# WORK REQUEST:
Each line that contains the word "interleaved" is to be copied from the records below.

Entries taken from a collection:
.....
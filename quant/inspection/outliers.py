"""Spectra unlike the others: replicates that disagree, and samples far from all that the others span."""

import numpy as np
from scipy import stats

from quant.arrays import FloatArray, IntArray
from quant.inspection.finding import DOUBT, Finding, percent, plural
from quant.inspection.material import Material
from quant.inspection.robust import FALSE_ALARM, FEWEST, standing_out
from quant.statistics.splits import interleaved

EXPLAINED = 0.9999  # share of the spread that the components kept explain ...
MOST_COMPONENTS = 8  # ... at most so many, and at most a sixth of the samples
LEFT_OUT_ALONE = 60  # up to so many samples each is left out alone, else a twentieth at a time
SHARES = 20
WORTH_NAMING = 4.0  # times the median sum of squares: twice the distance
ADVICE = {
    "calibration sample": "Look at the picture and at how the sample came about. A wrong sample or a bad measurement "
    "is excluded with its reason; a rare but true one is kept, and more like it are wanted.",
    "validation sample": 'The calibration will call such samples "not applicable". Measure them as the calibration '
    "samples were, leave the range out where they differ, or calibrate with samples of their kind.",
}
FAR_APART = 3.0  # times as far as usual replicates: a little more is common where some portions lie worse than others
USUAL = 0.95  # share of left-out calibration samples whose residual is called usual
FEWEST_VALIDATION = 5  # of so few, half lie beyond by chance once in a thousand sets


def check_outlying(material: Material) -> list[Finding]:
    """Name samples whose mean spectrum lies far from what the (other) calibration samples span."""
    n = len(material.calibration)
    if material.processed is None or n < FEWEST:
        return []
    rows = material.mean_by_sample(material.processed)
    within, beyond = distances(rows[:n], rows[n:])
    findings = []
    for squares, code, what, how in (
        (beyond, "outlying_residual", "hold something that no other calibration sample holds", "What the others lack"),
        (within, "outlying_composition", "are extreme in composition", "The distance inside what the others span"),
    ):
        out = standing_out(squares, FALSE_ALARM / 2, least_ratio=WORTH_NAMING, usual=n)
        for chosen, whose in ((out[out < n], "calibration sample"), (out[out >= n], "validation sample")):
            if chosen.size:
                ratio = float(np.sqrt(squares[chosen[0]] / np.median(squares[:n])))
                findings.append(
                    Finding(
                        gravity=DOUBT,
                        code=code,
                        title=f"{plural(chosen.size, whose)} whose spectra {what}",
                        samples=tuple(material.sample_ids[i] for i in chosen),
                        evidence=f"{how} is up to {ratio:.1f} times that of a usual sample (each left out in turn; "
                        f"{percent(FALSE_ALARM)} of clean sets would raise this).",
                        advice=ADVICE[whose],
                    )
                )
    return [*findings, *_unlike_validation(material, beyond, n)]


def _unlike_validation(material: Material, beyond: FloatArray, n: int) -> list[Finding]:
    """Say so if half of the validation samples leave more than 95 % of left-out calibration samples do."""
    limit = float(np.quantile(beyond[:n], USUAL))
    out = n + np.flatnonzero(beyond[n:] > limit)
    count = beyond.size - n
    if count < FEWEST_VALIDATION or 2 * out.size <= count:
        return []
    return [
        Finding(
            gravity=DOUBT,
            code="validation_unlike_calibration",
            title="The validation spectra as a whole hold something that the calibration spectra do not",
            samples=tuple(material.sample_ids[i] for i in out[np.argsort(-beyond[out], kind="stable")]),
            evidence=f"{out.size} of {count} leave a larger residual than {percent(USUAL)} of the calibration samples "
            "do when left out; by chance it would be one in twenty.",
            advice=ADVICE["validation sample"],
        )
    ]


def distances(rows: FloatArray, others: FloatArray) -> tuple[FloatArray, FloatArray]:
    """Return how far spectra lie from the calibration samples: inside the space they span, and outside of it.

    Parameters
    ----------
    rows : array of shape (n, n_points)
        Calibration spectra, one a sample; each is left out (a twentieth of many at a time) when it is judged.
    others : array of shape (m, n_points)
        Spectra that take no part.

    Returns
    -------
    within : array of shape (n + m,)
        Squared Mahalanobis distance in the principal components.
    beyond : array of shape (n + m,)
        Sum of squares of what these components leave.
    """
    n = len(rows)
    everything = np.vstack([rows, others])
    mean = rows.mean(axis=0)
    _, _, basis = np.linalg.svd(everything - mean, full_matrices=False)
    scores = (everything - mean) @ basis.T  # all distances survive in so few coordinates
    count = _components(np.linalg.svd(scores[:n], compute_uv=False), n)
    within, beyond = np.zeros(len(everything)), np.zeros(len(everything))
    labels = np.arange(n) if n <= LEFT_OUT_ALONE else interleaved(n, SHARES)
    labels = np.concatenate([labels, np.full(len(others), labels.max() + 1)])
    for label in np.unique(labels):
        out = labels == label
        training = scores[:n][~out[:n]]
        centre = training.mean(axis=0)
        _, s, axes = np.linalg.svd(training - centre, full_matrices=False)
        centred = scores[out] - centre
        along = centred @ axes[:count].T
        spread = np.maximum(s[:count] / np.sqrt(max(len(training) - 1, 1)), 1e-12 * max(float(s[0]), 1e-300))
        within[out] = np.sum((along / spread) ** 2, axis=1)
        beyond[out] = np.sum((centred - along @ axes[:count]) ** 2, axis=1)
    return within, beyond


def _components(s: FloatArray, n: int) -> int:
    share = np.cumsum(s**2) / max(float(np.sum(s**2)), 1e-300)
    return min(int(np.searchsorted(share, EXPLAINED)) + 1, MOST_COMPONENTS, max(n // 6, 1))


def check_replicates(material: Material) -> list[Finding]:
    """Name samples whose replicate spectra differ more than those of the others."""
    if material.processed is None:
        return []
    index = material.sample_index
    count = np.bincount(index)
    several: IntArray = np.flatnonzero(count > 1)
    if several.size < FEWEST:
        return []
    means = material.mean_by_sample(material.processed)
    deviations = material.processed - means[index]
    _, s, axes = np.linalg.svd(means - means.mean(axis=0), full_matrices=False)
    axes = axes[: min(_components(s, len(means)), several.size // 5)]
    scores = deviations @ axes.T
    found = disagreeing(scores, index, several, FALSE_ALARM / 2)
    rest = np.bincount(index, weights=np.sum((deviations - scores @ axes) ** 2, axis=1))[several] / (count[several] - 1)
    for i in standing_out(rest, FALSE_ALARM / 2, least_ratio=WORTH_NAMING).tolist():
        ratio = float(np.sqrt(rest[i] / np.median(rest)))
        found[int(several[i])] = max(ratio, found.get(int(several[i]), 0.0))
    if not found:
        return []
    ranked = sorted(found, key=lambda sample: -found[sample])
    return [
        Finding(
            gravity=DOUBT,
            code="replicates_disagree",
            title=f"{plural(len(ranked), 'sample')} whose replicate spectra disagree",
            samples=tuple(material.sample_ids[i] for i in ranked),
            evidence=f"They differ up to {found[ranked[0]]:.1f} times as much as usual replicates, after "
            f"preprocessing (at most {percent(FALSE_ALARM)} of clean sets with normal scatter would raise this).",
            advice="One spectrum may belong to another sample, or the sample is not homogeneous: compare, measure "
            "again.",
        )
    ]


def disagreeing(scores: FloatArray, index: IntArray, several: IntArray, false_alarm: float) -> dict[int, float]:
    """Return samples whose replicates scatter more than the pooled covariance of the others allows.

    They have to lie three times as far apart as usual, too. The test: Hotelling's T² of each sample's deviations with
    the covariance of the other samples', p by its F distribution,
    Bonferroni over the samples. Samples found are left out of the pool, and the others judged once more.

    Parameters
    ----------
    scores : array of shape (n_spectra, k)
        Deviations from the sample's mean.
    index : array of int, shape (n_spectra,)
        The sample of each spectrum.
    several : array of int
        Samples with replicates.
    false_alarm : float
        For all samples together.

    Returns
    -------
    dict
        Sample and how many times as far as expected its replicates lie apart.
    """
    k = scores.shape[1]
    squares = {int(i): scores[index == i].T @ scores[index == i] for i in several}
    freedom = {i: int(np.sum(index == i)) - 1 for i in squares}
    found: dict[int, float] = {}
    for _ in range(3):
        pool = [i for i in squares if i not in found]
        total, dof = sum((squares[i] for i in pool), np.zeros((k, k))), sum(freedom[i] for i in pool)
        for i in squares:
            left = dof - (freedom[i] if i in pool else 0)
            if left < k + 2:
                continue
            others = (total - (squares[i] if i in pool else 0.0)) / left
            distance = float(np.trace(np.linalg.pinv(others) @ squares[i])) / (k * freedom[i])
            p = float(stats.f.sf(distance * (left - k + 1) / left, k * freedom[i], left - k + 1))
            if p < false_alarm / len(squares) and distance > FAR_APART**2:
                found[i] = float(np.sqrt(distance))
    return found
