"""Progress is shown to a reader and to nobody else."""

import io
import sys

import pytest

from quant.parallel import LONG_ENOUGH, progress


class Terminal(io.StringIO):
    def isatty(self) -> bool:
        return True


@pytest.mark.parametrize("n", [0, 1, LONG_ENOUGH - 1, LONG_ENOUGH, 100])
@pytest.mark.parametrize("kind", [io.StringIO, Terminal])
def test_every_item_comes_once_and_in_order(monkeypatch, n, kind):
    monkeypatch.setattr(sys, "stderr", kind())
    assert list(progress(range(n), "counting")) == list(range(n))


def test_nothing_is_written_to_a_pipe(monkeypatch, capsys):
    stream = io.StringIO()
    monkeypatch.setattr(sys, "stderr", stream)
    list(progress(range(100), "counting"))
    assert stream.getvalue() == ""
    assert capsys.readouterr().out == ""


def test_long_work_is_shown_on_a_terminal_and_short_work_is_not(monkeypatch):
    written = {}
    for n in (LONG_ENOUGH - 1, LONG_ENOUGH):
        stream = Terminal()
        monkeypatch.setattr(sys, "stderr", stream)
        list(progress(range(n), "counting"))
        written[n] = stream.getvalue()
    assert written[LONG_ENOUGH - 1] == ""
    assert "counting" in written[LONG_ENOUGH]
.....
# ANSWER BOX:
from quant.statistics.splits import interleaved
    labels = np.arange(n) if n <= LEFT_OUT_ALONE else interleaved(n, SHARES)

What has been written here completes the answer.